NYBOT cotton futures closed easier Wednesday on speculative sales and profit-taking after an early surge stoked by fears over Hurricane Frances faded in the market, analysts said.
Key December cotton slipped 0.45 cent to conclude at 53.91 cents a lb, moving from 53.40 to 56 cents. March eased 0.51 to 54.99 cents. The rest lost 0.40 to 0.85 cent.
Cotton had rallied at the open on speculative and fund buying over fears that Hurricane Frances could barrel into prime US cotton growing areas and expectations that demand for the fibre could be higher than previously anticipated in the 2004/05 season (August/July).

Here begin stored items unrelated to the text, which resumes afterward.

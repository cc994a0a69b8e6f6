// The BUILT functions bundle (dist/functions.js) loaded with a test-supplied
// CustomFunctions object, called with ranges shaped as Excel passes them. The
// values must equal, to the last digit, the engine's (called directly from
// the sources on the CSV's columns) and the command line's (`cutline check
// --json` on demo/retrofit.csv) — the outside reference for "the same
// numbers in every face" (DESIGN.md).
import { spawnSync } from 'child_process';
import * as fs from 'fs';
import * as path from 'path';
import * as engine from '../../src/engine';
import { parseCsv } from '../../src/input/csv';
import { numericColumn } from '../../src/input/columns';
import { asBooleans, DEMO, demoColumns, withCells } from '../helpers/excelShaped';
import { errorOf, loadFunctionsBundle, MockExcelError } from '../helpers/functionsBundle';

const root = path.resolve(__dirname, '..', '..');
const { functions: fn, associations } = loadFunctionsBundle();
const demo = demoColumns();
const whole = demoColumns({ trailingBlanks: 250 });
const col = (name: string, d = demo): unknown[][] => d.cells.get(name)!;
const S = col('energy_burden');
const D = col('retrofit');
const Y = col('heating_bill');
const A = col('arrears');
const AGE = col('dwelling_age');

const cli = JSON.parse(
  spawnSync(
    process.execPath,
    [
      path.join(root, 'bin/cutline.cjs'),
      'check',
      DEMO,
      '--score',
      'energy_burden',
      '--treated',
      'retrofit',
      '--outcome',
      'heating_bill',
      '--covariate',
      'dwelling_age',
      '--cutoff',
      '60',
      '--json',
    ],
    { encoding: 'utf8', cwd: root },
  ).stdout,
);

// The engine on the same file, read by the CLI's own reader.
const table = parseCsv(fs.readFileSync(DEMO));
const c = (name: string, role: 'score' | 'treated' | 'outcome' | 'covariate') => numericColumn(table, name, role);
const score = c('energy_burden', 'score');
const treated = c('retrofit', 'treated');
const bill = c('heating_bill', 'outcome');
const missing = { score: score.missing, treated: treated.missing, outcome: bill.missing };

const one = (m: unknown): number => {
  expect(Array.isArray(m)).toBe(true);
  const rows = m as unknown[][];
  expect(rows).toHaveLength(1);
  expect(rows[0]).toHaveLength(1);
  return rows[0][0] as number;
};
/** The value beside a label in a detail table. */
const labelled = (m: unknown[][], label: string): unknown => {
  const row = m.find((r) => r[0] === label);
  if (!row) throw new Error(`no row ${label}: ${JSON.stringify(m.map((r) => r[0]))}`);
  return row[1];
};

describe('the built bundle registers the ten functions', () => {
  test('associate is called once for each, with the ids of DESIGN.md', () => {
    expect([...associations].sort()).toEqual(
      ['BALANCE', 'BANDWIDTH', 'BINS', 'COMPLIERCDF', 'COMPLIERDENSITY', 'DENSITYTEST', 'EFFECT', 'JUMP', 'TAKEUP', 'VALIDITY'].sort(),
    );
  });
});

describe('same numbers as cutline check on demo/retrofit.csv (one outcome, same settings)', () => {
  test('EFFECT is the effect the CLI prints, to the last digit, and the engine’s', () => {
    const v = one(fn.get('EFFECT')!(S, D, Y, 60));
    expect(v).toBe(cli.outcomes[0].effect.estimate);
    expect(v).toBe(engine.complierEffect(score.values, treated.values, bill.values, 60, { missing }).effect.estimate);
  });
  test('EFFECT detail: se, both intervals, p-value, bandwidth, window counts and rows as the CLI', () => {
    const m = fn.get('EFFECT')!(S, D, Y, 60, null, null, true) as unknown[][];
    const e = cli.outcomes[0].effect;
    expect(labelled(m, 'se')).toBe(e.se);
    expect(labelled(m, 'ci_low')).toBe(e.ci[0]);
    expect(labelled(m, 'ci_high')).toBe(e.ci[1]);
    expect(labelled(m, 'ci_robust_low')).toBe(e.ci_robust[0]);
    expect(labelled(m, 'ci_robust_high')).toBe(e.ci_robust[1]);
    expect(labelled(m, 'pvalue')).toBe(e.pvalue);
    expect(labelled(m, 'bandwidth')).toBe(cli.bandwidth.value);
    expect(labelled(m, 'jump')).toBe(cli.outcomes[0].jump.estimate);
    // The effect's own take-up (on the rows with an outcome): the ratio holds exactly.
    expect((labelled(m, 'jump') as number) / (labelled(m, 'takeup') as number)).toBe(e.estimate);
    expect(labelled(m, 'window_below')).toBe(cli.outcomes[0].window.below);
    expect(labelled(m, 'window_above')).toBe(cli.outcomes[0].window.above);
    expect(labelled(m, 'rows_used')).toBe(cli.rows.used);
    expect(labelled(m, 'rows_dropped')).toBe(cli.rows.dropped);
    expect(m.every((r) => r.length === 2)).toBe(true);
  });
  test('VALIDITY is the p-value the CLI prints (a promise)', async () => {
    const p = fn.get('VALIDITY')!(S, D, Y, 60);
    expect(p).toBeInstanceOf(Promise);
    const v = one(await p);
    expect(v).toBe(cli.outcomes[0].validity.pvalue);
    const m = (await fn.get('VALIDITY')!(S, D, Y, 60, null, null, true)) as unknown[][];
    const cv = cli.outcomes[0].validity;
    expect(labelled(m, 'statistic')).toBe(cv.statistic);
    expect(labelled(m, 'critical_value')).toBe(cv.critical_value);
    expect(labelled(m, 'pvalue_observed')).toBe(cv.pvalue_observed);
    expect(labelled(m, 'pvalue_trend_adjusted')).toBe(cv.trend_adjusted.pvalue);
    expect(labelled(m, 'worst_from')).toBe(cv.worst.from);
    expect(labelled(m, 'bandwidth')).toBe(cli.outcomes[0].validity.bandwidth);
    expect(labelled(m, 'draws')).toBe(999);
  });
  test('DENSITYTEST is the density p-value the CLI prints', () => {
    expect(one(fn.get('DENSITYTEST')!(S, 60))).toBe(cli.density.pvalue);
    const m = fn.get('DENSITYTEST')!(S, 60, null, true) as unknown[][];
    expect(labelled(m, 'log_ratio')).toBe(cli.density.log_ratio);
    expect(labelled(m, 'pvalue_mccrary')).toBe(cli.density.mccrary.pvalue);
  });
  test('BALANCE is the covariate p-value the CLI prints (one covariate: Holm changes nothing)', () => {
    const m = fn.get('BALANCE')!(S, AGE, 60, null, null, true) as unknown[][];
    expect(labelled(m, 'pvalue')).toBe(cli.balance[0].pvalue);
    expect(labelled(m, 'jump')).toBe(cli.balance[0].jump);
    expect(labelled(m, 'permutation_pvalue')).toBe(cli.balance[0].permutation_pvalue);
  });
  test('settings change the numbers as the engine says: kernel, draws, seed', async () => {
    const settings = [['kernel', 'uniform'], ['draws', 199], ['seed', 7], ['', '']];
    const o = { missing, kernel: 'uniform' as const, draws: 199, seed: 7 };
    expect(one(fn.get('EFFECT')!(S, D, Y, 60, null, settings))).toBe(engine.complierEffect(score.values, treated.values, bill.values, 60, o).effect.estimate);
    const v = engine.validity(score.values, treated.values, bill.values, 60, { ...o, sensitivity: [] });
    if (!v.applicable) throw new Error('the demo design is fuzzy');
    expect(one(await fn.get('VALIDITY')!(S, D, Y, 60, null, settings))).toBe(v.pvalue);
    expect(one(fn.get('EFFECT')!(S, D, Y, 60, null, settings))).not.toBe(cli.outcomes[0].effect.estimate);
  });
  test('a typed bandwidth is used as given', () => {
    const m = fn.get('EFFECT')!(S, D, Y, 60, 8, null, true) as unknown[][];
    expect(labelled(m, 'bandwidth')).toBe(8);
    expect(labelled(m, 'estimate')).toBe(engine.complierEffect(score.values, treated.values, bill.values, 60, { missing, bandwidth: 8 }).effect.estimate);
  });
});

describe('the other functions equal the engine', () => {
  const sv = score.values;
  test('JUMP and TAKEUP', () => {
    expect(one(fn.get('JUMP')!(S, Y, 60))).toBe(engine.outcomeJump(sv, bill.values, 60, { missing: { score: score.missing, values: bill.missing } }).estimate);
    expect(one(fn.get('TAKEUP')!(S, D, 60))).toBe(engine.takeupJump(sv, treated.values, 60, { missing }).estimate);
  });
  test('BANDWIDTH with treated is the bandwidth of every estimate of the check', () => {
    expect(one(fn.get('BANDWIDTH')!(S, Y, 60, D))).toBe(cli.bandwidth.value);
    expect(one(fn.get('BANDWIDTH')!(S, Y, 60, D, 'test'))).toBe(cli.outcomes[0].validity.bandwidth);
    expect(one(fn.get('BANDWIDTH')!(S, Y, 60))).toBe(
      engine.selectBandwidth(sv, bill.values, 60, { missing: { score: score.missing, values: bill.missing }, purpose: 'estimate' }).bandwidth,
    );
  });
  test('COMPLIERCDF and COMPLIERDENSITY spill one value per `at`, in its shape', () => {
    const at = [[1200], [1500], [1800], [2100]];
    const cdf = fn.get('COMPLIERCDF')!(S, D, Y, 60, at, 1) as unknown[][];
    const ref = engine.complierCdfAt(sv, treated.values, bill.values, 60, [1200, 1500, 1800, 2100], 1, { missing });
    expect(cdf).toEqual(ref.values.map((v) => [v]));
    const row = fn.get('COMPLIERCDF')!(S, D, Y, 60, [[1200, 1500, 1800, 2100]], 'treated') as unknown[][];
    expect(row).toEqual([ref.values]);
    const dens = fn.get('COMPLIERDENSITY')!(S, D, Y, 60, at, 0) as unknown[][];
    expect(dens).toEqual(engine.complierDensityAt(sv, treated.values, bill.values, 60, [1200, 1500, 1800, 2100], 0, { missing }).values.map((v) => [v]));
  });
  test('BINS spills a titled table of the engine’s bins', () => {
    const m = fn.get('BINS')!(S, Y, 60) as unknown[][];
    const ref = engine.binnedMeansAt(sv, bill.values, 60, { missing: { score: score.missing, values: bill.missing } });
    expect(m[0]).toEqual(['midpoint', 'mean', 'count', 'side']);
    expect(m.slice(1)).toEqual(ref.bins.map((b) => [b.midpoint, b.mean, b.count, b.side]));
  });
});

describe('ranges as Excel hands them', () => {
  test('a whole column (trailing blanks) and no title give the same numbers', () => {
    const v = one(fn.get('EFFECT')!(col('energy_burden', whole), col('retrofit', whole), col('heating_bill', whole), 60));
    expect(v).toBe(cli.outcomes[0].effect.estimate);
    const noTitle = one(fn.get('EFFECT')!(S.slice(1), D.slice(1), Y.slice(1), 60));
    expect(noTitle).toBe(v);
  });
  test('TRUE/FALSE for treated are 1/0', () => {
    expect(one(fn.get('EFFECT')!(S, asBooleans(D), Y, 60))).toBe(cli.outcomes[0].effect.estimate);
  });
  test('#N/A error values are missing (dropped listwise and counted); "" and null too', () => {
    const yNa = withCells(Y, [[11, { code: '#N/A' }]]);
    const yBlank = withCells(Y, [[11, null]]);
    const a = fn.get('EFFECT')!(S, D, yNa, 60, null, null, true) as unknown[][];
    const b = fn.get('EFFECT')!(S, D, yBlank, 60, null, null, true) as unknown[][];
    expect(a).toEqual(b);
    expect(labelled(a, 'rows_dropped')).toBe(cli.rows.dropped + 1);
  });
  test('a second outcome (arrears, 0/1) works as an outcome', () => {
    expect(one(fn.get('EFFECT')!(S, D, A, 60))).toBe(
      engine.complierEffect(score.values, treated.values, c('arrears', 'outcome').values, 60, {
        missing: { ...missing, outcome: c('arrears', 'outcome').missing },
      }).effect.estimate,
    );
  });
});

describe('bad ranges give Excel errors naming the argument and the first bad cell', () => {
  const addresses = { parameterAddresses: ['Data!C1:C6001', 'Data!D1:D6001', 'Data!E1:E6001', 'Data!K1', null, 'Data!M1:N4'] };
  test('text in a number column: #VALUE! with the cell address when the runtime gives it', async () => {
    const e = await errorOf(() => fn.get('EFFECT')!(withCells(S, [[7, 'n/a?']]), D, Y, 60, null, null, null, addresses));
    expect(e.code).toBe('#VALUE!');
    expect(e.message).toBe('CUTLINE.EFFECT: score: cell Data!C8 is not a number; it holds "n/a?"');
  });
  test('without addresses, the row in the range', async () => {
    const e = await errorOf(() => fn.get('EFFECT')!(S, D, withCells(Y, [[3, 'abc']]), 60));
    expect(e.code).toBe('#VALUE!');
    expect(e.message).toBe('CUTLINE.EFFECT: outcome: row 4 of the range is not a number; it holds "abc"');
  });
  test('an error value in a range', async () => {
    const e = await errorOf(() => fn.get('JUMP')!(S, withCells(Y, [[5, { code: '#DIV/0!' }]]), 60));
    expect(e.code).toBe('#VALUE!');
    expect(e.message).toBe('CUTLINE.JUMP: values: row 6 of the range holds the error #DIV/0!; correct it or leave the cell empty');
  });
  test('treated other than 0/1', async () => {
    const e = await errorOf(() => fn.get('TAKEUP')!(S, withCells(D, [[2, 2]]), 60, null, null, null, addresses));
    expect(e.code).toBe('#VALUE!');
    expect(e.message).toBe('CUTLINE.TAKEUP: treated: cell Data!D3 must be 0, 1, TRUE or FALSE; it holds 2');
  });
  test('ranges of unequal length name both lengths', async () => {
    const e = await errorOf(() => fn.get('EFFECT')!(S, D.slice(0, 5991), Y, 60));
    expect(e.code).toBe('#VALUE!');
    expect(e.message).toBe('CUTLINE.EFFECT: treated has 5990 cells of data but score has 6000; the ranges must cover the same rows');
  });
  test('a range two columns wide', async () => {
    const e = await errorOf(() => fn.get('DENSITYTEST')!(S.map((r) => [r[0], r[0]]), 60));
    expect(e.message).toBe('CUTLINE.DENSITYTEST: score must be a single column (or row) of cells; it has 6001 rows and 2 columns');
  });
  test('an unknown setting, with its cell', async () => {
    const e = await errorOf(() => fn.get('EFFECT')!(S, D, Y, 60, null, [['kernal', 'uniform']], null, addresses));
    expect(e.code).toBe('#VALUE!');
    expect(e.message).toMatch(/^CUTLINE\.EFFECT: settings, cell Data!M1: "kernal" is not a setting; the settings are kernel, variance, rule/);
  });
  test('a bad setting value, with its cell', async () => {
    const e = await errorOf(() => fn.get('VALIDITY')!(S, D, Y, 60, null, [['draws', 99.5]], null, addresses));
    expect(e.code).toBe('#VALUE!');
    expect(e.message).toBe('CUTLINE.VALIDITY: settings, cell Data!N1: draws must be a whole number; it holds "99.5"');
  });
  test('a cutoff beyond the scores: #N/A saying why', async () => {
    const e = await errorOf(() => fn.get('EFFECT')!(S, D, Y, 500));
    expect(e.code).toBe('#N/A');
    expect(e.message).toBe('CUTLINE.EFFECT: cutoff: no unit has a score at or above the cutoff 500');
  });
  test('a non-positive bandwidth', async () => {
    const e = await errorOf(() => fn.get('JUMP')!(S, Y, 60, -2));
    expect(e.code).toBe('#VALUE!');
    expect(e.message).toMatch(/^CUTLINE\.JUMP: bandwidth must be a positive number; it is -2/);
  });
  test('errors are never cached as values: the fixed range computes', async () => {
    await errorOf(() => fn.get('EFFECT')!(S, D, withCells(Y, [[3, 'abc']]), 60));
    expect(one(fn.get('EFFECT')!(S, D, Y, 60))).toBe(cli.outcomes[0].effect.estimate);
  });
  test('every error built is a #VALUE!, #N/A or #NUM! of the runtime', async () => {
    const e = await errorOf(() => fn.get('BINS')!(S, Y, 'sixty'));
    expect(e).toBeInstanceOf(MockExcelError);
    expect(e.message).toBe('CUTLINE.BINS: cutoff must be a number; it is "sixty"');
  });
});

describe('VALIDITY never blocks and honours cancellation', () => {
  test('it returns before the test runs; a cancel before it starts rejects without running', async () => {
    const inv: { onCanceled?: () => void } = {};
    const p = fn.get('VALIDITY')!(S, D, Y, 61, null, [['draws', 50]], null, inv);
    expect(typeof inv.onCanceled).toBe('function');
    inv.onCanceled!();
    const e = await errorOf(() => p);
    expect(e.code).toBe('#N/A');
    expect(e.message).toBe('CUTLINE.VALIDITY: canceled by Excel before it ran');
  });
  test('a sharp design (treated exactly by the cutoff) has nothing to test: #N/A saying why', async () => {
    const sharp = S.map(([v], k) => [k === 0 ? 'treated' : typeof v === 'number' ? (v >= 60 ? 1 : 0) : '']);
    const e = await errorOf(() => fn.get('VALIDITY')!(S, sharp, Y, 60));
    expect(e.code).toBe('#N/A');
    expect(e.message).toMatch(/^CUTLINE\.VALIDITY: the test does not apply: /);
    expect((e.message ?? "").length).toBeGreaterThan(40);
  });
  test('bad input rejects the promise with the Excel error', async () => {
    const e = await errorOf(() => fn.get('VALIDITY')!(S, D.slice(0, 10), Y, 60));
    expect(e.code).toBe('#VALUE!');
  });
});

"Things slowed down," said Frank Weathersby of brokers Affinity Trading in Fort Walton Beach, Florida.
Frances, a powerful storm with centre winds of 145 mph (225 kph), is churning its way toward the Bahamas and could threaten the south-eastern United States by the weekend.
The cotton futures market will be shut Monday for US Labour Day and reopens on Tuesday, September 7.
The main concern over Frances would be if it struck cotton plants in Georgia, one of the largest cotton producers in the country, and Alabama. Heavy rains falling on the open bolls of cotton plants could decimate both yields and quality.
"About 2.5 million (480-lb) bales of cotton in Georgia and Alabama are in the path of the storm and about half of that cotton is open," said the daily commentary by brokers Flanagan Trading Corp.
Looking toward the weekly US Department of Agriculture's weekly export sales report, cotton brokers said they expect US net upland sales to range between 50,000 and 130,000 running bales (RBs, 500-lbs each), versus 115,600 RBs in last week's data.
They said cotton shipments should reach between 75,000 and 150,000 RBs, versus last week's 161,700 RBs.
"I think it's a stalemate right now," a broker in the US Southeast said. "We're not going to see a lot of sales with the rally we're seeing right now."
Flanagan said resistance in the December contract was at 54.30 and 54.80 cents, with support at 53.75 and 52.85 cents.
Floor dealers said estimated final volume stood at 21,000 contracts, up from Tuesday's tally of 18,578 lots. Open interest fell 843 lots to 69,292 lots as of August 31.